Возчик, до этого меланхолично копавшийся в лошадиной упряжке, подошел к постовому на дозволенное расстояние и почтительно снял шапку.

- Гражданин боец!

- Ну? - Гизатуллин смотрел в сторону и всем своим видом показывал, что разговоры с ним о разрешении ехать в лагерь бесполезны.

- Разрешите лошадь вон туда отвести, - возчик показал рукой на место в направлении выхода из Каньона, - пусть попасется...

Конокрад, оказывается неожиданно быстро смирился с необходимостью торчать тут, срывая работу по заготовке паек. Думает, наверно, что сегодняшней задержкой дело и ограничится. Нет, это повторится и завтра и послезавтра, пока негодяй не потеряет свою блатную работу.

Файзулла, прищурясь, посмотрел в сторону, куда показывал возчик. Там, под стеной Каньона зеленело несколько чахлых кустиков травы. Потом пожал плечами - пастбище было не ахти какое, - но махнул рукой: разрешаю, мол.

Конокрад не торопясь выпряг лошадь и отвел ее к стене ущелья. Некоторое время Гизатуллин смотрел, как он похлопывает по шее пасущееся животное, а потом повернулся в другую сторону.
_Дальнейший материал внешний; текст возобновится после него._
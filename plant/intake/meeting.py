"""Whether a product may come into a vessel beside what is there already: in the vessel itself, its containment, its fill line.

There is no way round what is refused here. A pair nobody has listed reads "not known": that stops nothing and promises nothing.
"""

from __future__ import annotations

import datetime as dt
from dataclasses import dataclass

from chemistry import incompatible, sources
from plant.works import described
from plant.works.stated import Stated


@dataclass(frozen=True)
class Neighbour:
    """A vessel that shares something with another. ``verdict`` as chemistry.incompatible has it; ``words`` for a person."""

    vessel: str
    shares: str
    verdict: str
    words: str


def problems(stated: Stated, vessel: described.Vessel, product: str, at: dt.datetime, *, what: str) -> list[str]:
    """Why this product may not come into this vessel; empty where nothing that is known speaks against it. A ``transfer`` may
    bring the same chemical under another code, a ``load`` may not.
    """
    found = []
    other = vessel.product != product
    if other and not (what == "transfer" and _same_chemical(stated, vessel.product, product, at)):
        together = _together(stated, vessel.product, product, at)
        found.append(f"{vessel.name or vessel.code} holds {vessel.product}, the {what} is {product}. Do not connect.{together}")
    found += [
        f"{beside.words} Do not connect."
        for beside in neighbours(stated, vessel, product, at)
        if beside.verdict == incompatible.INCOMPATIBLE
    ]
    return found


def neighbours(stated: Stated, vessel: described.Vessel, product: str, at: dt.datetime) -> list[Neighbour]:
    """Vessels in the same containment or on the same fill line, and what is known of their products and this one meeting."""
    out = []
    for other in stated.vessels(at):
        shares = _shared(vessel, other)
        if other.code == vessel.code or not shares or _same_chemical(stated, other.product, product, at):
            continue
        met = incompatible.meeting(_chemical(stated, other.product, at), _chemical(stated, product, at))
        name = f"{other.name or other.code} ({_name(stated, other.product, at)})"
        words = f"{name} stands on the same {shares} as {vessel.name or vessel.code}."
        if met.verdict == incompatible.INCOMPATIBLE:
            words += f" With {_name(stated, product, at)} it gives {met.result} ({_source(met)})."
        elif met.verdict == incompatible.NOT_KNOWN:
            words += f" Whether it goes with {_name(stated, product, at)} is not known here: ask the supplier."
        out.append(Neighbour(other.code, shares, met.verdict, words))
    return out


def _shared(vessel: described.Vessel, other: described.Vessel) -> str:
    if vessel.fill_line and vessel.fill_line == other.fill_line:
        return f"fill line {vessel.fill_line}"
    return f"bund {vessel.containment}" if vessel.containment and vessel.containment == other.containment else ""


def _together(stated: Stated, one: str, other: str, at: dt.datetime) -> str:
    met = incompatible.meeting(_chemical(stated, one, at), _chemical(stated, other, at))
    return f" Together they give {met.result} ({_source(met)})." if met.verdict == incompatible.INCOMPATIBLE else ""


def _source(met: incompatible.Meeting) -> str:
    return sources.SOURCES[met.source].split(";")[0]


def _same_chemical(stated: Stated, one: str, other: str, at: dt.datetime) -> bool:
    """A day tank may hold a dilution of the bulk tank's product under a code of its own."""
    if one == other:
        return True
    chemicals = _chemical(stated, one, at), _chemical(stated, other, at)
    return bool(chemicals[0]) and incompatible.meeting(*chemicals).verdict == incompatible.SAME


def _chemical(stated: Stated, product: str, at: dt.datetime) -> str:
    return str((stated.value("product", product, at) or {}).get("chemical", ""))


def _name(stated: Stated, product: str, at: dt.datetime) -> str:
    return str((stated.value("product", product, at) or {}).get("name") or product)
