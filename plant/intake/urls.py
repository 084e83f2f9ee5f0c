from django.urls import path

from plant.intake.views import delivering, entry, importing, late, offline, ordering, photo, reading, round_page

app_name = "intake"
urlpatterns = [
    path("w/<slug:code>/round/", round_page.page, name="round"),
    path("w/<slug:code>/round/late/", late.page, name="late"),
    path("w/<slug:code>/round/data/", round_page.data, name="round_data"),
    path("sw.js", offline.worker, name="worker"),
    path("app.webmanifest", offline.manifest, name="manifest"),
    path("round-shell/", offline.shell, name="shell"),
    path("w/<slug:code>/entries/<str:client_id>", entry.put, name="entry"),
    path("w/<slug:code>/photos/<str:client_id>", photo.put, name="photo"),
    path("w/<slug:code>/reading/<str:ref>/", reading.page, name="reading"),
    path("w/<slug:code>/delivery/", delivering.delivery, name="delivery"),
    path("w/<slug:code>/transfer/", delivering.transfer, name="transfer"),
    path("w/<slug:code>/orders/", ordering.orders, name="orders"),
    path("w/<slug:code>/orders/place/", ordering.place, name="place_order"),
    path("w/<slug:code>/orders/<str:ref>/cancel/", ordering.cancel, name="cancel_order"),
    path("w/<slug:code>/movement/<str:kind>/<str:ref>/reverse/", delivering.reverse, name="reverse"),
    path("w/<slug:code>/import/", importing.page, name="import"),
]
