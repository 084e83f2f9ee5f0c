"""The round's page: what the last shift left open, then one line per value that is due, in walking order."""

from __future__ import annotations

import datetime as dt
from collections import defaultdict
from collections.abc import Mapping, Sequence
from dataclasses import dataclass
from typing import Any

from plant import clock
from plant.intake import definitions, ground, models, shifts
from plant.ledger.models import Book
from plant.readings import queries as readings
from plant.readings.queries import Point
from plant.works import parameters
from plant.works.described import RoundLine
from plant.works.stated import Stated

LOOK_BACK = dt.timedelta(days=35)
AHEAD = dt.timedelta(minutes=10)


@dataclass(frozen=True)
class Line:
    """One value to take: its names, what was last, what is usual, its rules, and what this shift has taken already."""

    key: str
    site: str
    site_name: str
    parameter: str
    label: str
    last: Point | None
    last_at: dt.datetime | None
    usual: str
    rules: dict[str, Any]
    taken: tuple[Point, ...]

    @property
    def answered(self) -> bool:
        return bool(self.taken)


@dataclass(frozen=True)
class Round:
    """All of it, for one shift of one works."""

    shift: shifts.Span
    before: shifts.Span
    lines: tuple[Line, ...]
    left_open: tuple[str, ...]
    said: models.HandOver | None
    closed: models.HandOver | None
    taken_over: models.TakeOver | None = None

    @property
    def due(self) -> int:
        return len(self.lines)

    @property
    def answered(self) -> int:
        return sum(line.answered for line in self.lines)


def walk(book: Book, stated: Stated, now: dt.datetime) -> Round:
    """The round that is on."""
    calendar = stated.calendar(now)
    shift, before = shifts.on_duty(stated, calendar, now)
    expected = shifts.expected(stated, now)
    known = parameters.known(stated, now)
    sites = names(stated, now)
    seen = _seen(book, expected, now)
    taken = {key: [point.at for point in points] for key, points in seen.items()}
    due = shifts.due_now(stated, calendar, expected, now)
    walked = tuple(
        _line(book, stated, calendar, line, seen, due, known[line.parameter], sites, now)
        for line in expected
        if line.parameter in known and line.code in due
    )
    open_lines = shifts.left_open(stated, calendar, expected, taken, before)
    return Round(
        shift,
        before,
        walked,
        tuple(
            f"{sites.get(line.site, line.site)}: {known[line.parameter].label}"
            for line in open_lines
            if line.parameter in known
        ),
        hand_over(book, before),
        hand_over(book, shift),
        taken_over(book, before),
    )


def names(stated: Stated, at: dt.datetime) -> dict[str, str]:
    """What each site is called."""
    return {code: str(value.get("name") or code) for kind in ground.SITE_KINDS for code, value in stated.in_force(kind, at)}


def hand_over(book: Book, span: shifts.Span) -> models.HandOver | None:
    """How a shift's round was closed, if it was; the last word counts."""
    rows = models.HandOver.objects.filter(book=book, starts_at=span.start).as_known()
    return rows.select_related("entry__recorded_by").order_by("-seq", "-line").first()


def taken_over(book: Book, span: shifts.Span) -> models.TakeOver | None:
    """Who took the works over from a shift, if somebody said so; the first word counts."""
    rows = models.TakeOver.objects.filter(book=book, from_starts_at=span.start).as_known()
    return rows.select_related("entry__recorded_by").order_by("seq", "line").first()


def rules_of(book: Book, stated: Stated, now: dt.datetime, site: str, parameter: str) -> dict[str, Any] | None:
    """The rules of one value, for the server's own look at it; None for what nobody knows."""
    known = parameters.known(stated, now).get(parameter)
    if known is None or stated.site_kind(site, now) is None:
        return None
    recent = readings.points(book, start=now - LOOK_BACK, end=now + AHEAD, sites=[site], parameters=[parameter])
    return definitions.definition(stated, now, site, parameter, recent, known=known)


def _seen(book: Book, lines: Sequence[RoundLine], now: dt.datetime) -> dict[tuple[str, str], list[Point]]:
    wanted = {(line.site, line.parameter) for line in lines}
    found = readings.points(
        book,
        start=now - LOOK_BACK,
        end=now + AHEAD,
        sites={site for site, _ in wanted} or [],
        parameters={parameter for _, parameter in wanted} | {"volume"},
    )
    out: dict[tuple[str, str], list[Point]] = defaultdict(list)
    for point in found:
        out[point.site, point.parameter].append(point)
        # Litres read off a sight tube answer the line that asks for the level.
        if point.parameter == "volume" and (point.site, "level") in wanted:
            out[point.site, "level"].append(point)
    return out


def _line(
    book: Book,
    stated: Stated,
    calendar: clock.Calendar,
    line: RoundLine,
    seen: Mapping[tuple[str, str], Sequence[Point]],
    due: Mapping[str, Any],
    known: parameters.Parameter,
    sites: Mapping[str, str],
    now: dt.datetime,
) -> Line:
    points = list(seen.get((line.site, line.parameter), ()))
    usable = [point for point in points if point.usable and point.statistic == "reading"]
    last = usable[-1] if usable else None
    if not points:
        last = readings.latest(book, line.site, line.parameter, before=now)
    slot = due[line.code]
    taken = tuple(point for point in points if slot.start <= point.at < slot.end and point.at <= now + AHEAD)
    own = [point for point in usable if point.parameter == line.parameter]
    low, high = definitions.usual_range([point for point in own if not point.qualifier], known)
    usual = ""
    if low is not None and high is not None and parameters.SAMPLE_POINT in known.sites:
        usual = f"{shown(low, known.decimals)} to {shown(high, known.decimals)}"
    return Line(
        f"{line.site}:{line.parameter}",
        line.site,
        sites.get(line.site, line.site),
        line.parameter,
        known.label,
        last,
        calendar.local(last.at).replace(tzinfo=None) if last else None,
        usual,
        definitions.definition(stated, now, line.site, line.parameter, own, known=known),
        taken,
    )


def shown(value: Any, decimals: int) -> str:
    """A number as a line shows it: its own digits, or the parameter's where it has more."""
    text = format(value, "f")
    return text if len(text.partition(".")[2]) <= decimals else f"{value:.{decimals}f}"
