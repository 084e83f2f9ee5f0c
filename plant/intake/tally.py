"""What came of bringing in a file, counted."""

from __future__ import annotations

import datetime as dt
from collections import Counter
from dataclasses import dataclass, field

from plant.intake import matching, numbers
from plant.intake.lines import NOT_STATED, Refusal, Taken
from plant.readings import marks, models

MOST_REFUSALS_KEPT = 1000


@dataclass
class Tally:
    """Counts over a file. Refused lines are kept up to a thousand; beyond that they are only counted."""

    file: str
    lines: int = 0
    outcomes: Counter[str] = field(default_factory=Counter)
    not_taken: int = 0
    not_stated: int = 0
    censored: int = 0
    words: int = 0
    dashes: int = 0
    marked: Counter[str] = field(default_factory=Counter)
    remarks: Counter[str] = field(default_factory=Counter)
    refused: int = 0
    refusals: list[Refusal] = field(default_factory=list)
    unknown: dict[str, list[int]] = field(default_factory=dict)
    sites_added: list[str] = field(default_factory=list)
    ignored_columns: tuple[str, ...] = ()
    days: set[dt.date] = field(default_factory=set)
    notes: dict[str, tuple[dt.date, ...]] = field(default_factory=dict)
    findings: int = 0
    judged: bool = True

    def refuse(self, refusal: Refusal) -> None:
        """Counts a line that was not taken; a parameter nobody knows is told once, with its count."""
        self.refused += 1
        if refusal.parameter:
            self.unknown.setdefault(refusal.parameter, []).append(refusal.line)
        elif len(self.refusals) < MOST_REFUSALS_KEPT:
            self.refusals.append(refusal)

    def count(self, taken: Taken, outcome: str) -> None:
        """Counts a line that was understood; what is said of its value counts only where it is new."""
        self.outcomes[outcome] += 1
        if outcome == matching.SAME:
            return
        reading = taken.reading
        if reading.state == models.Reading.State.NOT_TAKEN:
            self.not_taken += 1
            self.not_stated += reading.note == NOT_STATED
        elif reading.state == models.Reading.State.WORDS:
            if reading.typed.strip() in numbers.DASHES:
                self.dashes += 1
            else:
                self.words += 1
        self.censored += bool(reading.qualifier)
        self.marked.update(reading.marks)
        self.remarks.update(taken.remarks)

    @property
    def added(self) -> int:
        """Rows that are new in the book, whatever else is said of them."""
        return sum(self.outcomes[name] for name in (matching.ADDED, matching.CONFLICT, matching.CORRECTED))

    def summary(self) -> list[str]:
        """The counts in sentences, zeros left out where they say nothing."""
        out = [
            f"{self.file}: {self.lines} lines read",
            f"  {self.added} added, {self.outcomes[matching.SAME]} there already, "
            f"{self.outcomes[matching.CONFLICT]} in conflict, {self.outcomes[matching.CORRECTED]} corrections, "
            f"{self.refused} refused",
        ]
        if self.not_taken:
            out.append(f"  {self.not_taken} not taken ({self.not_stated} of them without a reason)")
        if self.censored:
            out.append(f"  {self.censored} with < or >")
        if self.dashes:
            out.append(f"  {self.dashes} a lone dash: no result, and not counted as not taken")
        if self.words:
            out.append(f"  {self.words} in words")
        out += [f"  {count} marked: {marks.in_words([mark])}" for mark, count in sorted(self.marked.items())]
        out += [f"  {count} × {remark}" for remark, count in sorted(self.remarks.items())]
        if self.sites_added:
            shown = ", ".join(self.sites_added[:20]) + (" …" if len(self.sites_added) > 20 else "")
            out.append(f"  {len(self.sites_added)} sample points added: {shown}")
        if self.ignored_columns:
            out.append(f"  columns not read: {', '.join(self.ignored_columns)}")
        return out

    def refusal_lines(self) -> list[str]:
        """One line for each refusal: file:line, what was read, what was expected."""
        out = [f"{self.file}:{item.line}: read {item.read}; expected {item.expected}" for item in self.refusals]
        for name, lines in self.unknown.items():
            where = f"{self.file}:{lines[0]}"
            times = f"{len(lines)} line" + ("s, the first here" if len(lines) > 1 else "")
            out.append(f"{where}: read parameter {name!r} ({times}); expected a parameter this works knows")
        hidden = self.refused - len(self.refusals) - sum(len(lines) for lines in self.unknown.values())
        if hidden:
            out.append(f"{self.file}: and {hidden} more refused lines")
        return out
Через минуту постовой услышал громкое гиканье и топот лошадиных копыт. Ухватившись за гриву и пригнувшись почти к самой этой гриве, беглец отчаянно колотил свою лошадку ногами.

- Стой!

Эхо выстрела гулко загуляло между стен Каньона и по окрестным сопкам. Второй выстрел Гизатуллин сделал из положения лежа, так почти не мешали выступы на стене ущелья, но лихой конокрад уже сворачивал на дорогу к лагерю.

- Ах, шайтан! - Стрелок злобно стукнул прикладом по камню под ногами, он думал, что промахнулся. Гизатуллин не мог видеть, как уже за поворотом лошадка запрыгала как-то по-лягушачьи и через несколько шагов упала, подмяв под себя всадника. Раскаты выстрела заглушили и ее жалобный, тоненький вскрик, когда пуля угодила ей в бок, прострелив навылет.